Exercise material:
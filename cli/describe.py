"""``shapedesc describe``: shape descriptors of surfaces, label volumes or a whole study.

INPUT is one of

* surface files and/or label volumes (NIfTI ``.nii``, ``.nii.gz``); subject and
  structure come from each file name (``sub-01_hippocampus.surf.gii`` -> ``sub-01`` /
  ``hippocampus``; the full rule is in
  :func:`shapedesc.pipeline.manifest.names_from_filename`) unless ``--subject`` /
  ``--structure`` give them; a label volume gives one structure per ``--label`` value
  (default: every label in it), named ``label-<N>`` unless ``--structure`` names them;
* one manifest ``.tsv``/``.csv`` (columns ``subject``, ``input``, optional ``labels``,
  ``structures``, and any carried columns; see :mod:`shapedesc.pipeline.manifest`);
* one BIDS dataset or derivatives folder (see :mod:`shapedesc.pipeline.bids`).

All three run through the same pipeline into OUTDIR (a BIDS derivatives dataset; see
:mod:`shapedesc.pipeline.outputs`).  Rerunning with the same parameters computes only
what is missing.  Exit status: 0 when every item succeeded, else the number of failed
items (capped at 100); 1 also for a refused command (bad manifest, OUTDIR in use).
"""

from __future__ import annotations

import argparse
import sys
from pathlib import Path

from shapedesc.defaults import DEFAULT_DEGREE, MAX_EXIT_FAILURES

HELP = "describe the shape of surfaces, label volumes, a manifest or a BIDS folder"


def add_parser(subparsers) -> argparse.ArgumentParser:
    p = subparsers.add_parser(
        "describe", help=HELP, description=HELP + ". " + __doc__.split("\n\n", 1)[1],
        formatter_class=argparse.RawDescriptionHelpFormatter)
    p.add_argument("inputs", nargs="+", metavar="INPUT",
                   help="surface files / label volumes, or one manifest .tsv/.csv, or one "
                        "BIDS folder")
    p.add_argument("-o", "--outdir", required=True, metavar="OUTDIR",
                   help="output folder (a BIDS derivatives dataset)")
    p.add_argument("--degree", type=int, default=DEFAULT_DEGREE, metavar="L",
                   help=f"largest spherical-harmonic degree (default {DEFAULT_DEGREE})")
    p.add_argument("--label", type=int, nargs="+", metavar="N", dest="labels",
                   help="label values to take from label volumes (default: all, or the "
                        "manifest's labels column)")
    p.add_argument("--scale", choices=("none", "volume", "area"), default="volume",
                   help="scale normalisation: none, cube root of volume, square root of "
                        "area (default volume)")
    p.add_argument("--smoothing", type=float, default=0.0, metavar="S",
                   help="heat-kernel smoothing bandwidth of the fit (default 0: none)")
    p.add_argument("--sphere-maps", action="store_true",
                   help="also write each item's sphere map and per-vertex area/angle "
                        "distortion (GIFTI: _surface.surf.gii, _sphere.surf.gii, "
                        "_distortion.shape.gii) into OUTDIR/coefficients/, for figures")
    p.add_argument("--jobs", type=int, default=1, metavar="N",
                   help="local worker processes (default 1)")
    p.add_argument("--scheduler", metavar="ADDR",
                   help="run on a Dask distributed cluster (tcp://host:port); needs "
                        "shapedesc[dask]")
    p.add_argument("--force", action="store_true",
                   help="replace results in OUTDIR made with other parameters")
    p.add_argument("--subject", metavar="ID",
                   help="subject id for files named on the command line; the structure "
                        "is then the whole file name (less a first part equal to ID)")
    p.add_argument("--structure", nargs="+", metavar="NAME", dest="structures",
                   help="structure names: one per surface file, or one per --label value")
    p.add_argument("--subject-column", default="subject", metavar="NAME",
                   help="manifest column with the subject id (default subject)")
    p.add_argument("--input-column", default="input", metavar="NAME",
                   help="manifest column with the input path (default input)")
    return p


def load_manifest(inputs: list[str], *, labels=None, subject=None, structures=None,
                  subject_column="subject", input_column="input"):
    """The :class:`~shapedesc.pipeline.manifest.Manifest` for describe's INPUT arguments."""
    from shapedesc.errors import ManifestError
    from shapedesc.pipeline.bids import is_bids_folder, manifest_from_bids
    from shapedesc.pipeline.manifest import manifest_from_files, read_manifest

    paths = [Path(p) for p in inputs]
    tables = [p for p in paths if p.suffix.lower() in (".tsv", ".csv")]
    folders = [p for p in paths if p.is_dir()]
    if (tables or folders) and len(paths) > 1:
        raise ManifestError(f"give one manifest or one BIDS folder alone, or only "
                            f"surface/volume files; got {len(paths)} inputs including "
                            f"{[str(p) for p in tables + folders]}")
    manifest_only = (subject, structures)
    if (tables or folders) and any(v for v in manifest_only):
        raise ManifestError("--subject/--structure apply to files named on the command "
                            "line; a manifest or BIDS folder names its own")
    if tables:
        return read_manifest(tables[0], labels=labels, subject_column=subject_column,
                             input_column=input_column)
    if folders:
        if not is_bids_folder(folders[0]):
            raise ManifestError(f"{folders[0]}: a folder input must be a BIDS dataset "
                                f"(dataset_description.json or sub-* folders)")
        return manifest_from_bids(folders[0], labels=labels)
    return manifest_from_files(list(inputs), labels=labels, subject=subject,
                               structures=structures)


def run(args: argparse.Namespace) -> int:
    from shapedesc.pipeline.progress import ProgressReporter
    from shapedesc.pipeline.run import DescribeParameters, run_study

    manifest = load_manifest(args.inputs, labels=args.labels, subject=args.subject,
                             structures=args.structures, subject_column=args.subject_column,
                             input_column=args.input_column)
    params = DescribeParameters(degree=args.degree, scale=args.scale,
                                smoothing=args.smoothing, sphere_maps=args.sphere_maps)
    reporter = ProgressReporter(stream=sys.stderr)
    try:
        result = run_study(manifest, args.outdir, parameters=params, jobs=args.jobs,
                           scheduler=args.scheduler, force=args.force, progress=reporter)
    finally:
        reporter.close()
    print(f"{result.n_items - result.n_failed} of {result.n_items} item(s) described "
          f"({result.n_cached} from the cache), {result.n_failed} failed; results in "
          f"{result.outdir}" + (f"; see {result.outdir / 'failures.tsv'}"
                                if result.n_failed else ""))
    if result.n_warned:
        print(f"{result.n_warned} described item(s) have warnings: see the 'warnings' column "
              f"of {result.outdir / 'qc.tsv'}")
    if result.n_failed > MAX_EXIT_FAILURES:
        print(f"exit status capped at {MAX_EXIT_FAILURES}", file=sys.stderr)
    return result.exit_status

Work to complete: What you output must match the lines from the beginning of the material through the line with "parameters computes only" exactly, both ends included.

Solution to this exercise:
filename cli/describe.py
"""``shapedesc describe``: shape descriptors of surfaces, label volumes or a whole study.

INPUT is one of

* surface files and/or label volumes (NIfTI ``.nii``, ``.nii.gz``); subject and
  structure come from each file name (``sub-01_hippocampus.surf.gii`` -> ``sub-01`` /
  ``hippocampus``; the full rule is in
  :func:`shapedesc.pipeline.manifest.names_from_filename`) unless ``--subject`` /
  ``--structure`` give them; a label volume gives one structure per ``--label`` value
  (default: every label in it), named ``label-<N>`` unless ``--structure`` names them;
* one manifest ``.tsv``/``.csv`` (columns ``subject``, ``input``, optional ``labels``,
  ``structures``, and any carried columns; see :mod:`shapedesc.pipeline.manifest`);
* one BIDS dataset or derivatives folder (see :mod:`shapedesc.pipeline.bids`).

All three run through the same pipeline into OUTDIR (a BIDS derivatives dataset; see
:mod:`shapedesc.pipeline.outputs`).  Rerunning with the same parameters computes only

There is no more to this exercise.